What Stays Exactly the Same

  • Your application code, models, and algorithms remain unchanged
  • Same Python libraries, PyTorch/TensorFlow frameworks, and CUDA operations
  • Identical API patterns, data processing workflows, and model inference logic
  • Same Docker containers if you’re already containerized

Key Differences (VMs vs. Containers)

Lambda Cloud (On-Demand):
  • You get a GPU VM with SSH access and open ports via firewall rules
  • Default image is a pre-configured Ubuntu environment with ML tooling (Lambda Stack)
  • Optional persistent Filesystems mount at /lambda/nfs/<FILESYSTEM_NAME>
  • Instances start in minutes and are billed per hour
SaladCloud (Container Engine):
  • You deploy a container image to a container group
  • You can access replicas via web terminal or SSH (coming soon)
  • Local disk is ephemeral; plan to persist state to external storage
  • Containers run on distributed consumer GPUs worldwide
Key Differences to Understand Upfront:
  • Savings of up to 90% compared to Lambda Cloud pricing (workload dependent)
  • Longer startup times but with significant cost advantages
  • Consumer GPUs (RTX 5090, 4090, 3090 and more) instead of datacenter GPUs (H100, A100)
  • Nodes are interruptible; design for resilience, similar to spot instances
Instead of manually managing GPU instances via SSH, SaladCloud handles instance provisioning, automatic failover, and global load balancing through Salad Container Engine (SCE). Think of containerization as creating a “recipe” for the manual setup you already do on Lambda. Instead of SSH-ing in and running pip install commands each time, you write those same commands once in a Dockerfile, Docker builds an immutable image with everything pre-installed, and that same image runs consistently across all instances. New to containerization? Check out our comprehensive getting started guide for a step-by-step introduction to deploying on SaladCloud, or explore our architectural overview to understand how SaladCloud’s distributed GPU network works.

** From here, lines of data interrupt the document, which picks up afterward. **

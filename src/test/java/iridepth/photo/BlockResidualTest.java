package iridepth.photo;

import static org.junit.jupiter.api.Assertions.assertEquals;

import java.util.Random;
import org.junit.jupiter.api.Test;

class BlockResidualTest {

    @Test
    void cubicSurfacesLeaveNothing() {
        BlockResidual residual = new BlockResidual(6, 2);
        double[] block = new double[36];
        for (int i = 0; i < 36; i++) {
            double x = i % 6;
            double y = i / 6;
            block[i] = 3 - x + 0.2 * y + 0.7 * x * x - 0.1 * x * y + y * y + 0.3 * x * x * x - 0.2 * x * y * y;
        }
        residual.apply(block);
        for (double left : block) {
            assertEquals(0, left, 1e-11);
        }
    }

    @Test
    void whiteNoiseKeepsItsVarianceByDegreesOfFreedom() {
        BlockResidual residual = new BlockResidual(6, 2);
        assertEquals(26, residual.freedom());
        Random random = new Random(1);
        double squares = 0;
        int blocks = 4000;
        for (int b = 0; b < blocks; b++) {
            double[] block = random.doubles(36).map(u -> random.nextGaussian()).toArray();
            residual.apply(block);
            for (double left : block) {
                squares += left * left / residual.freedom() / blocks;
            }
        }
        assertEquals(1, squares, 4 * Math.sqrt(2.0 / (26 * blocks)));
    }

    /** A moving mean of 2 x 1 pixels has covariances 1/2 at distance 0 and 1/4 at distance 1 along x, and none else. */
    @Test
    void covarianceOfMixedNeighboursIsRecovered() {
        BlockResidual residual = new BlockResidual(6, 2);
        Random random = new Random(2);
        int blocks = 20000;
        float[] sums = new float[residual.distances()];
        double[] mean = new double[sums.length];
        for (int b = 0; b < blocks; b++) {
            double[] block = new double[36];
            for (int y = 0; y < 6; y++) {
                double last = random.nextGaussian();
                for (int x = 0; x < 6; x++) {
                    double next = random.nextGaussian();
                    block[6 * y + x] = 0.5 * (last + next);
                    last = next;
                }
            }
            residual.apply(block);
            java.util.Arrays.fill(sums, 0);
            residual.addProducts(block, sums, 0);
            for (int k = 0; k < sums.length; k++) {
                mean[k] += sums[k] / blocks;
            }
        }
        double[] covariances = residual.covariances(mean);
        double[] expected = {0.5, 0.25, 0, 0, 0, 0, 0, 0, 0};
        for (int k = 0; k < expected.length; k++) {
            assertEquals(expected[k], covariances[k], 0.015, "distance " + k % 3 + ", " + k / 3);
        }
    }
}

Product Comparison: Lambda vs. SaladCloud

Lambda Cloud offers three main products. Below we map each to its closest SaladCloud equivalent and assess migration fit.
Lambda ProductSaladCloud EquivalentFit
On-Demand Cloud: GPU VM instances with SSH, managed images, and optional add-onsSalad Container Engine (SCE): Managed container service with Container Gateway for real-time inference or Job Queues for batch processing✅ Excellent for inference, batch, and rendering workloads. Interactive dev is different but supported via terminal/SSH.
1-Click Clusters: Multi-node clusters for distributed training (Kubernetes or Slurm)No equivalent❌ Not a perfect fit. SaladCloud does not support multi-node training with InfiniBand/NVLink interconnect patterns, but does support long-running jobs which can be adapted for training.
Private Cloud: Single-tenant clusters and low-level infrastructure controlNo equivalent❌ Not a fit. SaladCloud is a distributed public cloud.

Workload Mapping

Workload TypeBest Fit on SaladCloudNotes
Real-Time Inference (HTTP APIs, streaming tokens)Container groups + Container GatewayEnsure your app is IPv6-ready: Enabling IPv6
Batch Processing (embeddings, transcription, rendering)Job Queues or Kelpie + autoscalingPrefer queues when cold starts and retries are acceptable
Interactive Development (SSH, JupyterLab, notebooks)Container groups + terminal/SSH + Tailscale (optional)Use VS Code Remote Dev or Tailscale basic
Single-Node Fine-Tuning (LoRA, QLoRA)SCE + checkpointing (often with Kelpie patterns)See Kelpie and Long-running tasks
Distributed Training (multi-node)Keep on Lambda (1-Click Clusters)SaladCloud does not support multi-node interconnects at the moment
Quick Start with Recipes: SaladCloud offers ready-to-deploy recipes for popular inference servers. Deploy with one click from the Portal: vLLM, Ollama, Text Generation Inference (TGI), llama.cpp, and ComfyUI.
Hybrid Strategy: Many teams keep multi-node distributed training on Lambda Cloud, then deploy the trained model to SaladCloud for cost-effective production inference.

Cost Comparison

SaladCloud pricing shown below is for the Batch priority tier (lowest cost). Higher priority tiers cost more but provide greater availability guarantees.
Use CaseLambda GPULambda $/hrSaladCloud GPUSaladCloud $/hrSavings
LLM Inference (7–13B)A10 (24 GB)~$0.86RTX 4090 (24 GB)~$0.16~81%
Image Generation (SD/FLUX)A10 (24 GB)~$0.86RTX 3090 (24 GB)~$0.09~90%
Transcription (Whisper)Quadro RTX 6000 (24 GB)~$0.58RTX 3090 (24 GB)~$0.09~84%
Batch EmbeddingsA100 PCIe (40 GB)~$1.48RTX 4090 (24 GB)~$0.16~89%
LLM Inference (34B–70B quant.)A6000 (48 GB)~$0.92RTX 5090 (32 GB)~$0.25~73%
Example: 100 GPU-hours of inference per day
  • Lambda (A10): 100 × 0.86/hr= 0.86/hr = ~2,580/month
  • SaladCloud (RTX 4090, batch): 100 × 0.16/hr= 0.16/hr = ~480/month
Prices are approximate and subject to change. Check salad.com/pricing and lambda.ai/pricing for current rates.

Step-by-Step Migration

1. Inventory What Runs on Lambda Cloud

For each workload, capture:
  • Work type: notebook/dev, training, batch processing, or real-time inference
  • Data size and where it lives today (Lambda Filesystem, local disk, S3, etc.)
  • Startup cost: installs, model downloads, compilation steps
  • Whether the workload must survive interruptions (checkpointing requirements)
This determines whether you should deploy a single long-running replica, scale replicas, or move to Job Queues.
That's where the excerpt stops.